Let me summarise the task: Continuous measurement of custom hardware in real time with some trivial user interface.

There are two parts to this:

1) real time device I/O <--- Really important.

2) user interface <--- Irrelevant, will probably be replaced multiple times over the life of the project.

This is how the OP needs to pitch it to the boss.

(1) is critical and C is flat out the best language for real time I/O, and it's the best choice for making an easy-to-use DLL that can be loaded and used by any number of other systems (C#, python, etc.)

(2) is hard to do nicely in C, but we can have a very trivial very rubbish ANSI C user interface if that's what you want. However, we can do a much better job by calling the library from (1) from another target (eg. c#).
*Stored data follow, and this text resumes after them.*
"""The verdict from findings and earlier looks, and the clauses one by one."""

from __future__ import annotations

import dataclasses
import math

import numpy as np
import pytest

from streaming.assessment import Context, assess, report
from streaming.declaration import Criterion
from streaming.evidence import Evidence, gather
from streaming.findings import failing_clauses
from streaming.forecast import angle_need, forecast
from streaming.groups import Group
from streaming.hidden import Hidden, hidden_structure
from streaming.looks import GROWTH
from streaming.modal import modal_moments
from streaming.report import State
from streaming.stationarity import Drift, Startup
from streaming.verdict import ANGLE, Finding, Look, agreeing_looks, decide
from tests.streaming.direct_moments import moments_of

GROUPS: tuple[Group, ...] = ((0, 2), (2, 3))
CRITERION = Criterion(n_modes=3, max_angle_deg=10.0)
TOLERANCE = math.sin(math.radians(10.0))


def look(n: int, share: float, groups: tuple[Group, ...] = GROUPS, sound: bool = True) -> Look:
    """A look whose bound is ``share`` of the tolerance."""
    return Look(
        n_snapshots=n, groups=groups, bound_sine=share * TOLERANCE, sound=sound, state=State.UNSETTLED, reasons=()
    )


def evidence_of(n: int = 6400, seed: int = 0) -> Evidence:
    rng = np.random.default_rng(seed)
    return gather(moments_of(rng.standard_normal((n, 12)) * 0.6 ** np.arange(12), 40), CRITERION, 12)


def codes(evidence: Evidence, criterion: Criterion = CRITERION, **context: object) -> set[str]:
    plain = {"n_snapshots": 6400, "block_length": 40, "time_span": 640.0, **context}
    return {f.code for f in failing_clauses(evidence, criterion, Context(**plain))}  # type: ignore[arg-type]


class TestDecide:
    def test_no_failing_clause_and_an_agreeing_look_before(self) -> None:
        found = decide((), 1250, GROUPS, 0.9 * TOLERANCE, (look(1000, 1.05),), CRITERION)
        assert found.state == State.SETTLED
        assert found.settled_since == 1250
        assert "9.0 deg" in found.reasons[0].text

    def test_one_look_is_not_enough(self) -> None:
        found = decide((), 1250, GROUPS, 0.9 * TOLERANCE, (), CRITERION)
        assert found.state == State.UNSETTLED
        assert [reason.code for reason in found.reasons] == ["holding"]

    @pytest.mark.parametrize(
        "before",
        [
            pytest.param(look(1000, 1.2), id="bound too wide even for the record of now"),
            pytest.param(look(1000, 0.9, groups=((0, 3),)), id="other groups"),
            pytest.param(look(1000, 0.9, sound=False), id="another clause failed"),
        ],
    )
    def test_looks_that_disagree(self, before: Look) -> None:
        assert decide((), 1250, GROUPS, 0.9 * TOLERANCE, (before,), CRITERION).state == State.UNSETTLED

    def test_hold_counts_looks(self) -> None:
        looks = (look(640, 1.2), look(800, 1.1), look(1000, 1.0))
        assert agreeing_looks(look(1250, 0.9), looks, 10.0) == 4
        for hold, state in ((4, State.SETTLED), (5, State.UNSETTLED)):
            criterion = Criterion(n_modes=3, hold=hold)
            assert decide((), 1250, GROUPS, 0.9 * TOLERANCE, looks, criterion).state == state

    def test_settled_keeps_its_date_and_is_taken_back(self) -> None:
        first = decide((), 1250, GROUPS, 0.9 * TOLERANCE, (look(1000, 1.0),), CRITERION)
        second = decide((), 1600, GROUPS, 0.8 * TOLERANCE, (look(1000, 1.0), first), CRITERION)
        assert second.settled_since == 1250
        drift = Finding(State.DRIFTING, "drift", "The halves differ.")
        third = decide((drift,), 2000, GROUPS, 0.7 * TOLERANCE, (first, second), CRITERION)
        assert (third.state, third.settled_since, third.sound) == (State.DRIFTING, None, False)

    def test_the_gravest_state_wins_and_all_reasons_are_given(self) -> None:
        findings = (Finding(State.UNSETTLED, ANGLE, "wide"), Finding(State.GATHERING, "few-blocks", "short"))
        found = decide(findings, 100, GROUPS, 0.5, (), CRITERION)
        assert found.state == State.GATHERING
        assert {reason.code for reason in found.reasons} == {ANGLE, "few-blocks"}


class TestClauses:
    def test_a_long_stationary_record_fails_in_none(self) -> None:
        assert codes(evidence_of()) == set()

    def test_each_clause(self) -> None:
        good = evidence_of()
        bad = {
            "start-up": {"startup": Startup(20, True)},
            "drift": {"drift": Drift(1e-5, True)},
            "hidden-structure": {"hidden": Hidden(1.0, 2.0, 0.5)},
            "open-group": {"grouping": dataclasses.replace(good.grouping, open_start=2)},
        }
        for code, change in bad.items():
            assert codes(dataclasses.replace(good, **change)) == {code}

    def test_memory_longer_than_a_block_matters_near_the_tolerance(self) -> None:
        growing = dataclasses.replace(evidence_of(), plateau=1.8)
        assert codes(growing) == set()
        near = Criterion(n_modes=3, max_angle_deg=1.2 * max(m.bound_deg for m in growing.misalignments))
        assert codes(growing, near) == {"long-memory"}

    def test_short_records(self) -> None:
        rng = np.random.default_rng(1)
        short = gather(moments_of(rng.standard_normal((50, 12)) * 0.6 ** np.arange(12), 10), CRITERION, 12)
        assert "few-blocks" in codes(short)
        few = gather(moments_of(rng.standard_normal((80, 12)) * 0.6 ** np.arange(12), 40), CRITERION, 12)
        assert "few-samples" in codes(few)

    def test_criterion_members(self) -> None:
        tight = Criterion(n_modes=3, max_angle_deg=0.5, max_energy_halfwidth=0.001, min_duration=1000.0)
        assert codes(evidence_of(), tight) == {ANGLE, "energy", "min-duration"}

    def test_repeats(self) -> None:
        assert codes(evidence_of(), repeated_snapshots=64) == set()
        assert codes(evidence_of(), repeated_snapshots=65) == {"repeated-snapshots"}


class TestHiddenStructure:
    def outside(self, energy: float, n: int = 2000) -> Hidden:
        """Two modes in the basis, and outside noise of variance 0.02 with one direction of the given energy."""
        rng = np.random.default_rng(2)
        rows = np.sqrt(0.02) * rng.standard_normal((n, 200))
        rows[:, :2] += rng.standard_normal((n, 2)) * [3.0, 2.0]
        moments = moments_of(rows, 40, rank=2)
        rows[:, 7] += np.sqrt(energy) * rng.standard_normal(n)
        masked = moments_of(rows, 40)
        kept = [0, 1, *range(200, 216)]
        cut = dataclasses.replace(
            moments,
            means=masked.means[:, kept],
            scatters=masked.scatters[:, kept][:, :, kept],
            energies=masked.energies,
            probes_basis=masked.probes_basis[:, :2],
            mean_energy=masked.mean_energy,
        )
        return hidden_structure(modal_moments(cut, 2, 200), 2)

    def test_noise_is_no_structure(self) -> None:
        assert not self.outside(0.0).dangerous

    def test_a_masked_direction_is_seen(self) -> None:
        found = self.outside(4.0)
        assert found.dangerous
        assert 0.4 < found.energy / 4.0 < 2.0
        assert found.energy_bound > 4.0


class TestForecast:
    def test_four_times_the_record_halves_the_angle(self) -> None:
        need = angle_need(sampling=0.3, truncation=0.0, tolerance=0.15, freedom=30.0)
        assert need.estimate == pytest.approx(4.0)
        assert need.low < 4.0 < need.high

    def test_truncation_takes_from_the_room(self) -> None:
        assert angle_need(0.3, 0.05, 0.15, 30.0).estimate == pytest.approx(9.0)
        assert angle_need(0.3, 0.2, 0.15, 30.0).estimate >= 1000.0

    def test_it_comes_true(self) -> None:
        """Foreseen at 800 snapshots, against the record at which the bound falls below the tolerance."""
        rng = np.random.default_rng(3)
        rows = rng.standard_normal((12_800, 12)) * 0.8 ** np.arange(12)
        criterion = Criterion(n_modes=2, max_angle_deg=10.0)
        context = Context(n_snapshots=800, block_length=20, time_step=0.5)
        early = assess(moments_of(rows[:800], 40), criterion, context)
        foreseen = early.snapshots_to_go
        assert foreseen is not None
        assert foreseen.time == pytest.approx(0.5 * foreseen.estimate)
        late = gather(moments_of(rows[: 40 * ((800 + foreseen.high) // 40)], 40), criterion, 12)
        assert late.bound_sine <= TOLERANCE
        soon = gather(moments_of(rows[: 40 * ((800 + foreseen.low) // 60)], 40), criterion, 12)
        assert soon.bound_sine > TOLERANCE

    def test_the_last_look_to_hold(self) -> None:
        evidence = evidence_of()
        context = Context(n_snapshots=1000, block_length=40)
        held = look(1000, 0.5, evidence.groups)
        foreseen = forecast(evidence, CRITERION, context, held)
        assert foreseen is not None
        assert foreseen.estimate == math.ceil(1000 * (GROWTH - 1))


class TestBetweenLooks:
    def test_the_verdict_is_that_of_the_last_look(self) -> None:
        moments = moments_of(np.random.default_rng(4).standard_normal((6400, 12)) * 0.6 ** np.arange(12), 40)
        settled = look(5000, 0.5).model_copy(update={"state": State.SETTLED, "settled_since": 5000})
        context = Context(n_snapshots=6400, block_length=40, previous=(settled,), at_look=False)
        tight = Criterion(n_modes=3, max_angle_deg=0.1)
        said = report(assess(moments, tight, context), context)
        assert (said.verdict.state, said.verdict.settled_since) == (State.SETTLED, 5000)
        assert not any(group.settled for group in said.groups)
We can also repeat the process in (2) to build an alternative 'user interface' that is in fact a test harness / test suite for (1), increasing reliability (something that C once again, sucks at (testing that is)).

"Here I made a prototype in a language you didn't ask for! It's the ROZZXXEOR!!!111" is just about certain to generate a negative reaction.



I agree, however, I would argue that 1 needs to be an independent process, with an IPC mechanism rather than a library. This would allow for multiple systems to access the same research data - If my experience in research maps to the specific situation (not all research is the same), this means that several experiments can easily have a rock-solid data source, without needing to debug the library integration every time, and allowing for post-processing chains to build of each other.


It's running on windows, which makes the "real-time" argument void. And if you are recording anything your hardware better have a built in buffer and real time stamps already. It's not exactly like you are bit-banging things to a serial port...

However i agree that making the hardware interface in c would be the best option. But in most cases your hardware would already come with this and using P/Invoke to call it from C# is then piece of cake.

It's hard to give a definite answer since the OP doesn't specify if the application also has hardware output or just recording. And what are the time constants? Are we talking seconds or microseconds?


> It's running on windows, which makes the "real-time" argument void.

That is simply not true. You can set a windows process to use real-time priorities.


This sounds like a great way to approach the problem.

While the author's boss might have too narrow of a field of view in technologies, the author shares his/her boss's strategy to use a hammer as his sole tool, regardless of whether he's driving nails or screws.


> (2) is hard to do nicely in C

Hard? Like "registering a window class, writing a window message handler, creating a window and running a message loop" unbearably hard? That's not to say that there shouldn't be a split into an engine and a UI modules, potentially running in separate processes (and done in different languages if need be).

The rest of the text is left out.